Dickson v. Putnam

Dickson v Putnam (2019 NY Slip Op 03025)
Dickson v Putnam
2019 NY Slip Op 03025
Decided on April 24, 2019
Appellate Division, Second Department
Published by New York State Law Reporting Bureau pursuant to Judiciary Law § 431.
This opinion is uncorrected and subject to revision before publication in the Official Reports.


Decided on April 24, 2019 SUPREME COURT OF THE STATE OF NEW YORK Appellate Division, Second Judicial Department
MARK C. DILLON, J.P.
JEFFREY A. COHEN
COLLEEN D. DUFFY
LINDA CHRISTOPHER, JJ.

2017-09568
(Index No. 2230/14)

[*1]Craig A. Dickson, Jr., appellant,

v

County of Putnam, et al., respondents, et al., defendant.




Klein & Folchetti, P.C., Brewster, NY (Robert W. Folchetti of counsel), for appellant.

Portale Randazzo LLP, White Plains, NY (James A. Randazzo and Drew W. Sumner of counsel), for respondents.



DECISION & ORDER

In an action to recover damages for personal injuries, the plaintiff appeals from an order of the Supreme Court, Putnam County (Robert DiBella, J.), dated July 12, 2017. The order granted the motion of the defendants County of Putnam and Putnam County Sheriff's Department for summary judgment dismissing the complaint insofar as asserted against them.

ORDERED that the order is affirmed, with costs.

On August 11, 2013, the plaintiff, then an inmate at the Putnam County Correctional Facility (hereinafter the facility), allegedly was injured when the defendant Antwonne Batts, also an inmate, struck the plaintiff on the head with a pool cue. In November 2014, the plaintiff commenced this action against the defendants County of Putnam and Putnam County Sheriff's Department (hereinafter together the County defendants) and Batts. In two causes of action sounding in negligent supervision and negligent entrustment, he alleged that the County defendants were liable for his injuries because Batts assaulted him while he and Batts were in the County defendants' custody. After discovery, the County defendants moved for summary judgment dismissing the complaint insofar as asserted against them. The Supreme Court granted the motion, and the plaintiff appeals.

While a municipality owes a duty of care to inmates in correctional facilities to safeguard them from attacks by other inmates, it is not an insurer of inmate safety (see Barnette v City of New York, 96 AD3d 700, 701). Thus, the scope of a municipality's duty to protect inmates is "limited to risks of harm that are reasonably foreseeable" (Sanchez v State of New York, 99 NY2d 247, 253).

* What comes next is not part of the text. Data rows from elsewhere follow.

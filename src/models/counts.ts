/**
 * The counts model (binomial–logit with a site effect) and its Gibbs sampler through Pólya–Gamma
 * augmentation.
 *
 *   y_i ~ Binomial(n_i, p_i),  logit p_i = η_i = x_iᵀβ + u_i,  u_i ~ N(0, σ_u²)   (every site)
 *   β ~ fixed prior (flat or normal, on the logit scale), σ_u ~ hyperprior (as the area model).
 * The published target is p_i. Sites with n_i = 0 add nothing to the likelihood (synthetic).
 * With a design effect the likelihood uses the effective counts ỹ_i, ñ_i (src/data/counts.ts).
 *
 * ## Augmentation (Polson, Scott & Windle 2013, JASA 108(504), Theorem 1)
 * With κ_i = y_i − n_i/2, the binomial likelihood of site i is
 *   e^{y_i η_i} / (1 + e^{η_i})^{n_i} = 2^{−n_i} e^{κ_i η_i} ∫₀^∞ e^{−ω_i η_i²/2} p(ω_i | n_i, 0) dω_i,
 * p(ω | b, 0) the PG(b, 0) density. Given ω_i the site's likelihood in η_i is Gaussian:
 *   e^{κ_i η_i − ω_i η_i²/2} ∝ N(z_i; η_i, 1/ω_i),  z_i = κ_i/ω_i,
 * and ω_i | η_i ~ PG(n_i, η_i). Given ω, the model is therefore the area model (Fay & Herriot
 * 1979, src/models/area.ts) with direct estimate z_i and known sampling variance ψ_i = 1/ω_i.
 *
 * ## One sweep (two-block data augmentation: ω, then (σ_u, β, η) jointly)
 * 1. ω_i | η_i ~ PG(ñ_i, η_i) for every sampled site (src/sampler/polya-gamma.ts for whole ñ_i,
 *    src/sampler/polya-gamma-real.ts otherwise); z_i = κ̃_i/ω_i, ψ_i = 1/ω_i.
 * 2. σ_u | ω, y from its marginal with β and η integrated out (the area model's collapsed
 *    update: slice or independence Metropolis–Hastings, chosen in warmup). The marginal changes
 *    with ω, so it is re-evaluated at the current σ_u before the update; each of the updates
 *    leaves the current conditional p(σ_u | ω, y) invariant (the independence proposal is a
 *    fixed density after warmup, and Metropolis–Hastings is valid for any fixed proposal).
 * 3. β | σ_u, ω, y and η_i | β, σ_u, ω, y exactly (Gaussian), as in the area model; sites
 *    without trials get η_i ~ N(x_iᵀβ, σ_u²).
 * Steps 2–3 are an exact draw of (σ_u, β, η) from p(· | ω, y) up to the Markov update of σ_u, so
 * the sweep leaves the joint posterior p(σ_u, β, η, ω | y) invariant. Because σ_u is updated
 * with η integrated out, the chain does not stall when σ_u is near zero (as in the area model).
 * `method: plain` keeps step 1 and replaces 2–3 by the area model's plain three-block Gibbs
 * sampler on the pseudo-data (for the benchmark's comparison).
 */
import type { CoefficientPrior, ScalePrior } from '../config/types.js';
import type { CountsData } from '../data/counts.js';
import type { AreaData } from '../data/types.js';
import type { Kernel } from '../sampler/kernel.js';
import type { Rng } from '../sampler/rng.js';
import { pgReal } from '../sampler/polya-gamma-real.js';
import {
  type AreaSamplerMethod,
  type CollapsedState,
  type Packed,
  type PlainState,
  collapsedSigmaBetaStep,
  drawBetaFromFactor,
  drawTheta,
  initCollapsedState,
  packSites,
  plainAreaKernel,
  refreshLogTarget,
  refreshResponseTerms,
} from './area.js';

export interface CountsModelSpec {
  data: CountsData;
  coefficients: CoefficientPrior;
  siteSd: ScalePrior;
  method: AreaSamplerMethod;
}

/** Monitored quantity names, in recording order: coefficients, site_sd, then every site's p_i. */
export function countsQuantities(data: Pick<CountsData, 'coefficientNames' | 'siteIds'>): string[] {
  return [
    ...data.coefficientNames.map((name) => `coef:${name}`),
    'site_sd',
    ...data.siteIds.map((id) => `site:${id}`),
  ];
}

/** 1/(1 + e^{−η}), the inverse logit. */
export function inverseLogit(eta: number): number {
  return 1 / (1 + Math.exp(-eta));
}

/**
 * Empirical logit log((ỹ + ½)/(ñ − ỹ + ½)) and its approximate variance 1/(ỹ + ½) + 1/(ñ − ỹ + ½)
 * (Cox & Snell 1989, Analysis of Binary Data 2nd ed., §2.1.6 — recalled): finite for 0 and n
 * cases. Used only for the starting point of the chains.
 */
export function empiricalLogit(cases: number, trials: number): { logit: number; variance: number } {
  const a = cases + 0.5;
  const b = trials - cases + 0.5;
  return { logit: Math.log(a / b), variance: 1 / a + 1 / b };
}

/**
 * The area-model view of the counts: direct = pseudo-data z_i, variance = 1/ω_i (overwritten
 * every sweep), first filled with the empirical logits so the chains start from the data.
 */
function pseudoAreaData(data: CountsData): AreaData {
  const direct = new Float64Array(data.m).fill(Number.NaN);
  const variance = new Float64Array(data.m).fill(Number.NaN);
  for (let i = 0; i < data.m; i++) {
    if (!data.hasData[i]) continue;
    const start = empiricalLogit(data.effectiveCases[i], data.effectiveTrials[i]);
    direct[i] = start.logit;
    variance[i] = start.variance;
  }
  return {
    m: data.m,
    p: data.p,
    siteIds: data.siteIds,
    labels: data.labels,
    coefficientNames: data.coefficientNames,
    X: data.X,
    direct,
    variance,
    sampleSize: data.trials,
    hasData: data.hasData,
    varianceNote: 'Pólya–Gamma pseudo-data',
  };
}

/**
 * Rough cost of one Pólya–Gamma draw in units of one site's share of a pass over the marginal
 * (the warmup cost model of src/models/area.ts): a draw takes 10–20 gamma or PG(1) variates.
 */
const PG_DRAW_COST = 30;

/** Per sampled site (packed order): the effective trials ñ_i and κ̃_i = ỹ_i − ñ_i/2. */
interface SiteCounts {
  trials: Float64Array;
  kappa: Float64Array;
}

function siteCounts(data: CountsData, index: Int32Array): SiteCounts {
  const trials = new Float64Array(index.length);
  const kappa = new Float64Array(index.length);
  index.forEach((site, k) => {
    trials[k] = data.effectiveTrials[site];
    kappa[k] = data.effectiveCases[site] - 0.5 * trials[k];
  });
  return { trials, kappa };
}

/**
 * Step 1 of the sweep: ω_i | η_i ~ PG(ñ_i, η_i), written as pseudo-data z_i = κ̃_i/ω_i with
 * variance 1/ω_i into both the packed arrays and the area-model view.
 */
function drawPseudoData(
  eta: Float64Array,
  counts: SiteCounts,
  d: Packed,
  pseudo: AreaData,
  rng: Rng,
): void {
  const { index } = d;
  for (let k = 0; k < index.length; k++) {
    const site = index[k];
    const omega = pgReal(rng, counts.trials[k], eta[site]);
    const psi = 1 / omega;
    const z = counts.kappa[k] * psi;
    d.y[k] = z;
    d.psi[k] = psi;
    pseudo.direct[site] = z;
    pseudo.variance[site] = psi;
  }
}

function recordCounts(
  beta: Float64Array,
  sigma: number,
  eta: Float64Array,
  out: Float64Array,
  stride: number,
  offset: number,
): void {
  let q = 0;
  for (let j = 0; j < beta.length; j++) out[q++ * stride + offset] = beta[j];
  out[q++ * stride + offset] = sigma;
  for (let i = 0; i < eta.length; i++) out[q++ * stride + offset] = inverseLogit(eta[i]);
}

/** The default sampler: Pólya–Gamma draws, then the area model's collapsed updates. */
export function collapsedCountsKernel(spec: CountsModelSpec): Kernel<CollapsedState> {
  const { data, siteSd } = spec;
  const pseudo = pseudoAreaData(data);
  const d = packSites(pseudo, spec.coefficients);
  d.extraSweepCost = PG_DRAW_COST * d.n;
  const counts = siteCounts(data, d.index);
  return {
    quantities: countsQuantities(data),
    init(rng) {
      // Dispersed σ_u from the empirical logits' excess spread; β and η drawn given it, so the
      // first Pólya–Gamma draw has a linear predictor to condition on.
      const state = initCollapsedState(d, siteSd, data.m, rng);
      drawBetaFromFactor(state, d.p, rng);
      drawTheta(state.theta, pseudo, state.beta, state.sigma * state.sigma, rng);
      return state;
    },
    step(state, rng, phase, iteration) {
      drawPseudoData(state.theta, counts, d, pseudo, rng);
      refreshResponseTerms(d);
      refreshLogTarget(state, d, siteSd);
      collapsedSigmaBetaStep(state, d, siteSd, rng, phase, iteration);
      drawTheta(state.theta, pseudo, state.beta, state.sigma * state.sigma, rng);
      return state;
    },
    record(state, out, stride, offset) {
      recordCounts(state.beta, state.sigma, state.theta, out, stride, offset);
    },
  };
}

/** Pólya–Gamma draws, then the plain three-block Gibbs sampler on the pseudo-data (for comparison). */
export function plainCountsKernel(spec: CountsModelSpec): Kernel<PlainState> {
  const { data } = spec;
  const pseudo = pseudoAreaData(data);
  const d = packSites(pseudo, spec.coefficients);
  const counts = siteCounts(data, d.index);
  const plain = plainAreaKernel({ data: pseudo, coefficients: spec.coefficients, siteSd: spec.siteSd, method: 'plain' });
  return {
    quantities: countsQuantities(data),
    init(rng) {
      return plain.init(rng);
    },
    step(state, rng, phase, iteration) {
      drawPseudoData(state.theta, counts, d, pseudo, rng);
      return plain.step(state, rng, phase, iteration);
    },
    record(state, out, stride, offset) {
      recordCounts(state.beta, Math.sqrt(state.sigma2), state.theta, out, stride, offset);
    },
  };
}

export function countsKernel(spec: CountsModelSpec): Kernel<CollapsedState> | Kernel<PlainState> {
  return spec.method === 'plain' ? plainCountsKernel(spec) : collapsedCountsKernel(spec);
}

In support of their motion, the County defendants submitted, inter alia, the deposition transcripts of the plaintiff, of a correction officer employed by the Putnam County Sheriff's Department (hereinafter Sheriff's Department) who was on duty when the incident occurred, and of a sergeant supervisor who worked at the facility, as well as the affidavit of a Sheriff's Department captain assigned to the facility. Through this evidence, the County defendants demonstrated that prior to the incident, the plaintiff and Batts had a friendly relationship and joked around with each [*2]other. They had no prior physical altercations with one another, and Batts had not been involved in any prior violent incidents with other inmates. The County defendants also demonstrated that prior to August 11, 2013, there had been no incident at the facility where an inmate had used a pool cue as a weapon to attack another inmate.

The County defendants established their prima facie entitlement to judgment as a matter of law dismissing the cause of action sounding in negligent supervision by demonstrating that the assault by Batts upon the plaintiff was not reasonably foreseeable (see Sanchez v State of New York, 99 NY2d 247; McAllister v City of New York, 159 AD3d 887). As for the cause of action sounding in negligent entrustment, the County defendants established, prima facie, that they did not possess special knowledge concerning a characteristic or condition peculiar to Batts that rendered his access to the pool cue unreasonably dangerous (see Pacelli v Intruck Leasing Corp., 128 AD3d 921, 925; Burrell v Barreiro, 83 AD3d 984, 985). In opposition, the plaintiff failed to raise a triable issue of fact (see Gilhooly v County of Suffolk, 164 AD3d 659).

Accordingly, we agree with the Supreme Court's determination granting the County defendants' motion for summary judgment dismissing the complaint insofar as asserted against them.

DILLON, J.P., COHEN, DUFFY and CHRISTOPHER, JJ., concur.